__Your goal__.
Once the line containing "dissolvedOxygenPpb: number;" is found in the entries below, reproduce it and every line after it, stopping at and including the line containing "it was). */"; reproduce nothing else, and keep each line exact.

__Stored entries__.
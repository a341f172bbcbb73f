/**
 * Historian rows with the air in-leakage witnesses (ENGINEERING.md §3): hotwell temperature (so condensate
 * subcooling = Tsat(p) − hotwell), condensate dissolved oxygen and air-removal flow, written as extra
 * US-unit columns after the usual ones of historian-files.ts.
 */
import { saturationTemperatureC } from '@shared/domain/steam/index.js';
import type { ImportMappingInput } from '@shared/schemas/import-mapping.js';
import { US_HEADERS, US_MAPPING, usCells, type HistorianRow } from './historian-files.js';

export const WITNESS_HEADERS = [...US_HEADERS, 'Hotwell Temp F', 'Condensate DO ppb', 'Air Removal kg/h'] as const;

export const WITNESS_MAPPING: ImportMappingInput = {
  ...US_MAPPING,
  columns: {
    ...US_MAPPING.columns,
    hotwellTemperature: { column: 'Hotwell Temp F', unit: 'degF' },
    dissolvedOxygen: { column: 'Condensate DO ppb', unit: 'ppb' },
    airRemovalFlow: { column: 'Air Removal kg/h', unit: 'kg/h' },
  },
};

export interface Witnesses {
  subcoolingK: number;
  dissolvedOxygenPpb: number;
  airRemovalKgS: number;
}

export interface WitnessRow extends HistorianRow {
  hotwellC: number;
  witnesses: Witnesses;
}

const cToF = (c: number) => c * 1.8 + 32;

/** The row's cells: the usual US-unit ones, then hotwell °F, DO ppb and air removal kg/h (exact: 1 h = 3600 s). */
export function witnessCells(r: Omit<WitnessRow, 'cells' | 'cleanliness'>): string[] {
  return [...usCells(r), cToF(r.hotwellC).toFixed(5), r.witnesses.dissolvedOxygenPpb.toFixed(3), (r.witnesses.airRemovalKgS * 3600).toFixed(4)];
}

/**
 * Adds the witnesses to rows: the hotwell sits `subcoolingK` below the saturation temperature at the row's
 * backpressure (IAPWS-IF97 region 4).
 */
export function withWitnesses(rows: HistorianRow[], at: (hour: number, row: HistorianRow) => Witnesses): WitnessRow[] {
  return rows.map((r, h) => {
    const witnesses = at(h, r);
    const hotwellC = saturationTemperatureC(r.backpressureKpa) - witnesses.subcoolingK;
    const row = { ...r, hotwellC, witnesses };
    return { ...row, cells: witnessCells(row) };
  });
}

/** Rewrites a row's cells after a test changed its values (the hotwell stays where it was). */
export function refreshCells(r: WitnessRow): WitnessRow {
  r.cells = witnessCells(r);
  return r;
}
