import { existsSync } from 'node:fs';
import path from 'node:path';
import { bootstrap, type Running } from '../../backend/src/bootstrap.js';
import { loadConfig } from '../../backend/src/config.js';
import { startSmtpSink } from '../../backend/src/mail/smtp-sink.js';
import { createEmptyDatabase } from './test-database.js';

const distDir = path.resolve(import.meta.dirname, '..', '..', 'frontend', 'dist');

/** The whole product on a free port: fresh database with the demo seed, built front end, SMTP sink. */
export async function startTestServer(options: { demoData?: 'full' | 'people' } = {}): Promise<Running & { mailbox: () => ReturnType<Awaited<ReturnType<typeof startSmtpSink>>['messages']> }> {
  if (!existsSync(path.join(distDir, 'index.html'))) {
    throw new Error('frontend/dist is missing: npm test builds it first (or run `npx vite build`)');
  }
  const db = createEmptyDatabase('e2e');
  const smtpSink = await startSmtpSink(0);
  const config = loadConfig({
    NODE_ENV: 'test',
    LOG_LEVEL: 'silent',
    PORT: '0',
    DB_HOST: db.host,
    DB_PORT: String(db.port),
    DB_NAME: db.database,
    DB_USER: db.user,
    DB_PASSWORD: db.password,
    DEMO_DATA: options.demoData ?? 'people',
  });
  const running = await bootstrap(config, { smtpSink, staticDir: distDir });
  return {
    url: running.url,
    mailbox: smtpSink.messages,
    close: async () => {
      await running.close();
      await smtpSink.close();
    },
  };
}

__Solved problem__.
  dissolvedOxygenPpb: number;
  airRemovalKgS: number;
}

export interface WitnessRow extends HistorianRow {
  hotwellC: number;
  witnesses: Witnesses;
}

const cToF = (c: number) => c * 1.8 + 32;

/** The row's cells: the usual US-unit ones, then hotwell °F, DO ppb and air removal kg/h (exact: 1 h = 3600 s). */
export function witnessCells(r: Omit<WitnessRow, 'cells' | 'cleanliness'>): string[] {
  return [...usCells(r), cToF(r.hotwellC).toFixed(5), r.witnesses.dissolvedOxygenPpb.toFixed(3), (r.witnesses.airRemovalKgS * 3600).toFixed(4)];
}

/**
 * Adds the witnesses to rows: the hotwell sits `subcoolingK` below the saturation temperature at the row's
 * backpressure (IAPWS-IF97 region 4).
 */
export function withWitnesses(rows: HistorianRow[], at: (hour: number, row: HistorianRow) => Witnesses): WitnessRow[] {
  return rows.map((r, h) => {
    const witnesses = at(h, r);
    const hotwellC = saturationTemperatureC(r.backpressureKpa) - witnesses.subcoolingK;
    const row = { ...r, hotwellC, witnesses };
    return { ...row, cells: witnessCells(row) };
  });
}

/** Rewrites a row's cells after a test changed its values (the hotwell stays where it was). */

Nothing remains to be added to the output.